I can't think of much today

its friday...my thoughts are consumed by what I'm doing this weekend. Which is nothing.

so rather than post a bunch of shit, I'll leave you with this picture:



In the past I've been pretty quiet about my affinity for geology. But its true, I really like geology.

One of the single most AWESOME aspects of geology is just how cool it looks. Think of any outdoor panorama, from the Grand Tetons to the Grand Canyon...its all rocks and geology. The above picture is no different, you don't have to be a super geologist to think "shit man, that looks pretty cool" and if you don't think its pretty cool then your probably a fascist.

The above picture is from a beach I was at up in Washington state.
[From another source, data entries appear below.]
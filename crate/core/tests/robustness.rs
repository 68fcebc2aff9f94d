//! Robustness of the config decoder and the results-file loader (tier 4,
//! property runs): `experiment::parse` and `experiment::export::load` are fed
//! hostile variants of real inputs — every preset, the bench configs and a
//! saved results file — mutated at random (values swapped for huge, negative,
//! non-finite-looking, fractional or wrongly typed ones, keys removed or
//! added, long strings, deep nesting, truncated or corrupted text). Each call
//! must return `Ok` or an error with a non-empty message, never panic; a
//! config that passes is then built into its first and last jobs, which take
//! a few steps (a hostile but valid setting must fail its job, not the
//! process). Cases come from the project's seeded `Stream`, so every run
//! checks the same inputs. `CRITBOX_FUZZ_CASES` (default 200) sets how many
//! mutated cases per seed input: a long manual run is e.g.
//! `CRITBOX_FUZZ_CASES=20000 cargo test --release -p critbox-core --test robustness`.
//! No timings: inputs are bounded in size (at most the decoder's own limits
//! plus a little), so each case is bounded in time and memory by construction.

use std::path::PathBuf;

use critbox_core::experiment::{export, parse, run_all, Job};
use critbox_core::rng::Stream;
use serde_json::{json, Map, Value};

fn cases() -> usize {
    match std::env::var("CRITBOX_FUZZ_CASES") {
        Ok(v) => v
            .trim()
            .parse()
            .unwrap_or_else(|_| panic!("CRITBOX_FUZZ_CASES must be a whole number, got {v:?}")),
        Err(_) => 200,
    }
}

fn repo() -> PathBuf {
    PathBuf::from(env!("CARGO_MANIFEST_DIR")).join("../..")
}

/// Every preset the page offers, and the bench workloads.
fn seed_configs() -> Vec<(String, String)> {
    let mut out = Vec::new();
    for dir in ["web/presets", "bench"] {
        let Ok(entries) = std::fs::read_dir(repo().join(dir)) else { continue };
        let mut paths: Vec<PathBuf> = entries.filter_map(|e| e.ok().map(|e| e.path())).collect();
        paths.sort();
        for p in paths {
            let name = p.file_name().unwrap().to_string_lossy().to_string();
            if p.extension().is_some_and(|x| x == "json") && name != "index.json" && name != "results.json" {
                let text = std::fs::read_to_string(&p).unwrap();
                // Seeds are only useful if they are valid to begin with.
                assert!(parse(&text).is_ok(), "{dir}/{name} should be a valid config");
                out.push((format!("{dir}/{name}"), text));
            }
        }
    }
    assert!(out.len() >= 5, "expected the presets under web/presets, found {}", out.len());
    out
}

/// A saved results file of a small run (2 variants × 2 seeds × 600 steps).
fn seed_results() -> String {
    let plan = parse(
        &json!({
            "schema": 1,
            "title": "rover, small",
            "task": {"kind": "grid", "map": ["#####", "#S.D#", "#####"], "max_steps": 20},
            "base": {"family": "a2c", "features": {"kind": "tabular"}},
            "variants": [{"label": "a"}, {"label": "b", "learner": {"family": "qac"}}],
            "seeds": 2, "steps": 600, "master_seed": 3
        })
        .to_string(),
    )
    .unwrap();
    let results = run_all(&plan);
    let text = export::save(&plan, &results).to_string();
    assert!(export::load(&text).is_ok(), "a freshly saved results file should load");
    text
}

/// A hostile scalar or structure.
fn hostile(rng: &mut Stream) -> Value {
    match rng.below(22) {
        0 => json!(1e308),
        1 => json!(-1e308),
        2 => json!(f64::MAX),
        3 => json!(f64::MIN_POSITIVE),
        4 => json!(u64::MAX),
        5 => json!(i64::MIN),
        6 => json!(-1),
        7 => json!(0),
        8 => json!(0.5),
        9 => json!(-0.0),
        10 => json!(4_294_967_296u64),
        11 => Value::Null,
        12 => json!(true),
        13 => json!("NaN"),
        14 => json!("Infinity"),
        15 => Value::String("x".repeat(1 + rng.below(100_000))),
        16 => Value::String("<img src=x onerror=alert(1)>\u{0}\u{202e}é🙂".into()),
        17 => json!([]),
        18 => json!({}),
        19 => {
            let mut v = json!(1);
            for _ in 0..rng.below(200) {
                v = json!([v]);
            }
            v
        }
        20 => json!(rng.next_u64() as f64 * if rng.below(2) == 0 { 1.0 } else { -1e-10 }),
        _ => json!(rng.below(1_000_000_000) as u64),
    }
}

/// Pointers to every node of a JSON tree (paths of keys and indices).
fn paths(v: &Value, at: &mut Vec<Vec<Value>>, here: &mut Vec<Value>) {
    at.push(here.clone());
    match v {
        Value::Object(m) => {
            for (k, c) in m {
                here.push(Value::String(k.clone()));
                paths(c, at, here);
                here.pop();
            }
        }
        Value::Array(a) => {
            for (i, c) in a.iter().enumerate() {
                here.push(json!(i));
                paths(c, at, here);
                here.pop();
            }
        }
        _ => {}
    }
}

fn node<'a>(v: &'a mut Value, path: &[Value]) -> &'a mut Value {
    path.iter().fold(v, |v, k| match k {
        Value::String(s) => v.get_mut(s.as_str()).unwrap(),
        _ => v.get_mut(k.as_u64().unwrap() as usize).unwrap(),
    })
}

const KEYS: &[&str] = &[
    "schema",
    "task",
    "kind",
    "base",
    "variants",
    "learner",
    "label",
    "seeds",
    "steps",
    "master_seed",
    "features",
    "tilings",
    "hash",
    "hidden",
    "map",
    "reward",
    "formula",
    "max_steps",
    "actor_step",
    "segment",
    "__proto__",
];

/// One to four structural mutations of a JSON value.
fn mutate_value(v: &mut Value, rng: &mut Stream) {
    for _ in 0..1 + rng.below(4) {
        let mut all = Vec::new();
        paths(v, &mut all, &mut Vec::new());
        let path = all[rng.below(all.len())].clone();
        let target = node(v, &path);
        match rng.below(6) {
            0 | 1 => *target = hostile(rng),
            2 => {
                if let Value::Object(m) = target {
                    if !m.is_empty() {
                        let k = m.keys().nth(rng.below(m.len())).unwrap().clone();
                        m.remove(&k);
                    }
                }
            }
            3 => {
                if let Value::Object(m) = target {
                    m.insert(KEYS[rng.below(KEYS.len())].to_string(), hostile(rng));
                } else {
                    *target = hostile(rng);
                }
            }
            4 => {
                if let Value::Array(a) = target {
                    let n = rng.below(4);
                    if n == 0 {
                        a.clear();
                    } else if !a.is_empty() {
                        let first = a[0].clone();
                        for _ in 0..n * 20 {
                            a.push(first.clone());
                        }
                    }
                } else {
                    *target = Value::Object(Map::new());
                }
            }
            _ => {
                // Move a subtree somewhere else (right shapes in wrong places).
                let other = all[rng.below(all.len())].clone();
                let copy = node(v, &other).clone();
                *node(v, &path) = copy;
            }
        }
    }
}

/// Text-level corruption: truncation, byte flips, inserted junk, deep nesting.
fn mutate_text(text: &str, rng: &mut Stream) -> String {
    let mut b = text.as_bytes().to_vec();
    match rng.below(5) {
        0 => b.truncate(rng.below(b.len() + 1)),
        1 => {
            for _ in 0..1 + rng.below(8) {
                let i = rng.below(b.len().max(1));
                if i < b.len() {
                    b[i] = rng.below(256) as u8;
                }
            }
        }
        2 => {
            let i = rng.below(b.len() + 1);
            let junk: &[&[u8]] = &[
                b"1e99999",
                b"-",
                b"\"\\ud800\"",
                b",",
                b"}",
                b"]]",
                b"NaN",
                b"Infinity",
                b"\x00",
                b"\xff\xfe",
            ];
            b.splice(i..i, junk[rng.below(junk.len())].iter().copied());
        }
        3 => {
            let depth = 1 + rng.below(200_000);
            let mut s = "[".repeat(depth);
            s.push_str(&"]".repeat(rng.below(depth + 1)));
            return s;
        }
        _ => {
            let depth = 1 + rng.below(5_000);
            return format!("{}{}{}", "{\"a\":".repeat(depth), "1", "}".repeat(depth));
        }
    }
    String::from_utf8_lossy(&b).into_owned()
}

/// parse must answer; a valid plan's first and last jobs must survive a few
/// steps. Returns whether the config was accepted.
fn check_config(text: &str, case: &str) -> bool {
    match parse(text) {
        Ok(plan) => {
            let n = plan.job_count();
            assert!(n >= 1, "{case}: a valid plan with no jobs");
            // A study's fresh jobs exist once its tuning stage has chosen;
            // choose each variant's last grid point (the farthest from the
            // first job's).
            let plan = match &plan.study {
                Some(s) => {
                    let last: Vec<usize> = s.grids.iter().map(|g| g.points.len() - 1).collect();
                    plan.with_choice(&last).unwrap_or_else(|e| panic!("{case}: {e}"))
                }
                None => plan,
            };
            for id in [0, n - 1] {
                let mut job = Job::new(&plan, id);
                job.advance(150);
            }
            true
        }
        Err(e) => {
            assert!(!e.problems.is_empty(), "{case}: an error with no problems");
            assert!(!e.to_string().trim().is_empty(), "{case}: an empty error message");
            false
        }
    }
}

fn check_results(text: &str, case: &str) {
    if let Err(e) = export::load(text) {
        assert!(!e.to_string().trim().is_empty(), "{case}: an empty error message");
    }
}

#[test]
fn mutated_configs_give_a_plan_or_a_message() {
    // Property test, common practice, no source: a decoder of untrusted text
    // returns a value or an error for every input.
    let n = cases();
    let (mut accepted, mut refused) = (0usize, 0usize);
    for (name, text) in seed_configs() {
        let base: Value = serde_json::from_str(&text).unwrap();
        let mut rng = Stream::from_seed(0xC0F1 ^ name.len() as u64 ^ text.len() as u64);
        for k in 0..n {
            let case_text = if k % 3 == 2 {
                mutate_text(&text, &mut rng)
            } else {
                let mut v = base.clone();
                mutate_value(&mut v, &mut rng);
                v.to_string()
            };
            let case = format!("{name} case {k}");
            match std::panic::catch_unwind(|| check_config(&case_text, &case)) {
                Ok(true) => accepted += 1,
                Ok(false) => refused += 1,
                Err(_) => {
                    let show: String = case_text.chars().take(2000).collect();
                    panic!("{case} panicked on this input:\n{show}");
                }
            }
        }
    }
    // The mutations must reach both sides of the decoder, or the run tests
    // little (checked when there are enough cases for it to mean something).
    assert!(
        n < 50 || (accepted * 20 >= n && refused * 2 >= n),
        "accepted {accepted}, refused {refused} of the mutated configs"
    );
    eprintln!(
        "mutated configs: {accepted} accepted (jobs built and stepped), {refused} refused with a message"
    );
}

#[test]
fn mutated_results_files_give_results_or_a_message() {
    // Property test, common practice, no source.
    let text = seed_results();
    let base: Value = serde_json::from_str(&text).unwrap();
    let mut rng = Stream::from_seed(0x5E5E);
    for k in 0..cases() * 2 {
        let case_text = if k % 3 == 2 {
            mutate_text(&text, &mut rng)
        } else {
            let mut v = base.clone();
            mutate_value(&mut v, &mut rng);
            v.to_string()
        };
        let case = format!("results case {k}");
        if std::panic::catch_unwind(|| check_results(&case_text, &case)).is_err() {
            let show: String = case_text.chars().take(2000).collect();
            panic!("{case} panicked on this input:\n{show}");
        }
    }
}

#[test]
fn oversized_and_deep_inputs_are_refused_with_a_message() {
    // Limits named in experiment::config (MAX_CONFIG_BYTES) and serde_json's
    // recursion limit (128 levels, from memory): both must answer with an error.
    let big = format!("{{\"schema\": 1, \"title\": \"{}\"}}", "x".repeat(2 << 20));
    let e = parse(&big).unwrap_err().to_string();
    assert!(e.contains("bytes"), "an oversized config should say how big it is: {e}");
    let deep = format!("{}{}", "[".repeat(1 << 20), "]".repeat(1 << 20));
    assert!(parse(&deep).is_err());
    assert!(export::load(&deep).is_err());
    let e = export::load("{\"critbox_results\": 99}").unwrap_err().to_string();
    assert!(e.contains("critbox_results"), "an unknown results version should be named: {e}");
}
I'll spare you the long, dry gory details about what these rocks are, but suffice it to say that they are flippin' sweet. The lower tilted green rocks were scraped up onto the north american continent by a process known as subduction (its part of an ophiolite if you want to be really technical about it). the green rocks formed at the bottom of the ocean, waaay deep. and the sandy rocks on top of it are way younger, and formed by an old river draining into the ocean. Together, the rocks form a rock structure called an angular unconformity.

That doesn't really sound like much, but If there's a geological equivalent of the apple hitting Newton on the head, its the angular unconformity. A geologist named James Hutton was looking at an angular unconformity trying to figure out how all the rocks of the earth could have formed the way they did. According to people back in his time, the wasn't that old...older than a few thousand years - younger than a few million years. It was unimagined that the earth could be as old as the 4.5 billion years we think of today. So in traveling around the countryside, James hutton saw the angular unconformity at Siccar Point in Scotland and determined that the earth had to be wicked old (brutally old)...there was no other way to explain all of the different rocks and structures without a very old earth.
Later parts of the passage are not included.